Hi I am a C++ beginner just encountered a problem I don't know ho开发者_JAVA技巧w to fix

I have two class, this is the header file:

class A  
{  
public:  
  int i;  
  A(int a);  
};

class B: public A  
{  
public:  
  string str;  
  B(int a, string b);  
};    

then I want to create a vector in main which store either class A or class B

vector<A*> vec;  
A objectOne(1);  
B objectTwo(2, "hi");  
vec.push_back(&objectOne);  
vec.push_back(&objectTwo);  
cout << vec.at(1)->i; //this is fine  
cout << vec.at(1)->str; //ERROR here 

I am really confused, I checked sites and stuff but I just don't know how to fix it, please help

thanks in advance


The reason this won't work is because the objects in your vector are of (static) type A. In this context, static means compile-time. The compiler has no way to know that anything coming out of vec will be of any particular subclass of A. This isn't a legal thing to do, so there is no way to make it work as is. You can have a collection of B, and access the str member, or a collection of A and not.

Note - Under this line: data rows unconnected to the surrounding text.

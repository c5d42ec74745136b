import { createDraws } from '../random';

/** A test to be simulated, of a whole bank. */
export interface TestPlan {
  /** First row of the log, UTC. */
  startsAt: string;
  series: number;
  ratedAh: number;
  /** What the bank holds in this test, Ah. */
  capacityAh: number;
  dischargeIt: number;
  chargeV: number;
  cutOffCellV: number;
  roomC: number;
  /** A stop of the load in the middle: begins when this share of the charge is out. */
  pause?: { atFraction: number; seconds: number };
  /** Depth of the slow swing of the load. */
  swingFraction: number;
  seed: number;
}

/** One second of the test; current positive while discharging. */
export interface Moment {
  timeS: number;
  currentA: number;
  voltageV: number;
  temperatureC: number;
  lowestCellV: number;
  highestCellV: number;
}

/** The discharge as it truly was, integrated second by second. */
export interface DischargeTruth {
  capacityAh: number;
  energyWh: number;
  /** From the load's start to its end, pauses included. */
  durationS: number;
  startTemperatureC: number;
  endTemperatureC: number;
  lowestCellAtEndV: number;
}

const chargeS = 1500;
const restS = 1800;
const rampS = 180;
const afterS = 900;

/** Voltage of a LFP cell at rest by its state of charge: flat, with a knee at either end. Our own shape. */
export function restVoltage(soc: number): number {
  const bottom = 0.75 * Math.exp(-soc / 0.022) + 0.12 * Math.exp(-soc / 0.09);
  return 3.285 + 0.05 * (soc - 0.5) - bottom + 0.11 * Math.exp(-(1 - soc) / 0.012);
}

/**
 * Simulates the end of a charge, a rest, the discharge down to the lowest cell's cut-off and a while after, second by
 * second.
 */
export function simulateDischarge(plan: TestPlan): { moments: Moment[]; truth: DischargeTruth } {
  const draws = createDraws(plan.seed, 9);
  const cells = Array.from({ length: plan.series }, () => ({
    // The knee leaves about one hundredth in the cell.
    ahFull: (plan.capacityAh / 0.988) * (1 + draws.normal(0, 0.004)),
    soc: 1 - Math.abs(draws.normal(0, 0.001)),
    ohm: (0.29 / plan.ratedAh) * (1 + draws.normal(0, 0.06)),
  }));
  const moments: Moment[] = [...chargeAndRest(plan)];
  const sums = { ampSeconds: 0, wattSeconds: 0 };
  let temperatureC = plan.roomC;
  let pausedS = 0;
  const startTemperatureC = temperatureC;
  const fullA = plan.ratedAh * plan.dischargeIt;
  for (let second = 0; ; second++) {
    const out = sums.ampSeconds / 3600 / plan.capacityAh;
    const isPaused = plan.pause !== undefined && out >= plan.pause.atFraction && pausedS < plan.pause.seconds;
    if (isPaused) pausedS += 1;
    const swing = 1 + plan.swingFraction * Math.sin((2 * Math.PI * second) / 5400);
    const currentA = isPaused ? 0 : fullA * swing * Math.min(1, (second + 1) / rampS);
    const volts = cells.map((cell) => {
      cell.soc -= currentA / 3600 / cell.ahFull;
      return restVoltage(cell.soc) - currentA * cell.ohm;
    });
    const voltageV = volts.reduce((sum, volt) => sum + volt, 0);
    const warmTo = plan.roomC + 16 * (currentA / plan.ratedAh);
    temperatureC += (warmTo - temperatureC) / 9000;
    sums.ampSeconds += currentA;
    sums.wattSeconds += currentA * voltageV;
    const [lowestCellV, highestCellV] = [Math.min(...volts), Math.max(...volts)];
    const timeS = chargeS + restS + second;
    moments.push({ timeS, currentA, voltageV, temperatureC, lowestCellV, highestCellV });
    if (lowestCellV > plan.cutOffCellV) continue;
    moments.push(...afterwards(moments[moments.length - 1]!, plan, cells));
    return {
      moments,
      truth: {
        capacityAh: sums.ampSeconds / 3600,
        energyWh: sums.wattSeconds / 3600,
        durationS: second + 1,
        ...{ startTemperatureC, endTemperatureC: temperatureC, lowestCellAtEndV: lowestCellV },
      },
    };
  }
}

/** Held at the maker's voltage while the current tails off, then at rest. */
function chargeAndRest(plan: TestPlan): Moment[] {
  return Array.from({ length: chargeS + restS }, (_, timeS) => {
    const restedS = Math.max(0, timeS - chargeS);
    const isCharging = timeS < chargeS;
    const currentA = isCharging ? -plan.ratedAh * (0.03 + 0.17 * Math.exp(-timeS / 400)) : 0;
    const settled = restVoltage(0.999);
    const cellV = isCharging ? plan.chargeV : settled + (plan.chargeV - settled) * Math.exp(-restedS / 500);
    return {
      ...{ timeS, currentA, voltageV: cellV * plan.series, temperatureC: plan.roomC },
      ...{ lowestCellV: cellV - 0.009, highestCellV: cellV + 0.012 },
    };
  });
}

/** The load is off: the cells recover. */
function afterwards(last: Moment, plan: TestPlan, cells: readonly { soc: number }[]): Moment[] {
  const rest = cells.map(({ soc }) => restVoltage(soc) + 0.12);
  const goal = rest.reduce((sum, volt) => sum + volt, 0);
  return Array.from({ length: afterS }, (_, second) => {
    const share = 1 - Math.exp(-(second + 1) / 240);
    const towards = (from: number, to: number) => from + (to - from) * share;
    return {
      timeS: last.timeS + 1 + second,
      currentA: 0,
      voltageV: towards(last.voltageV, goal),
      temperatureC: last.temperatureC - (last.temperatureC - plan.roomC) * (second / 9000),
      lowestCellV: towards(last.lowestCellV, Math.min(...rest)),
      highestCellV: towards(last.highestCellV, Math.max(...rest)),
    };
  });
}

This is in contrast to a language such as Python, where a member will be looked up in an object's dictionary at runtime. C++ is statically typed, so all of your type-checking has to work out when the code is compiled.


Firstly, post the full error message.

Secondly, if you have an A*, the compiler can't infer that some subclass (B in this case) has a field called str and hence you will get a compiler error.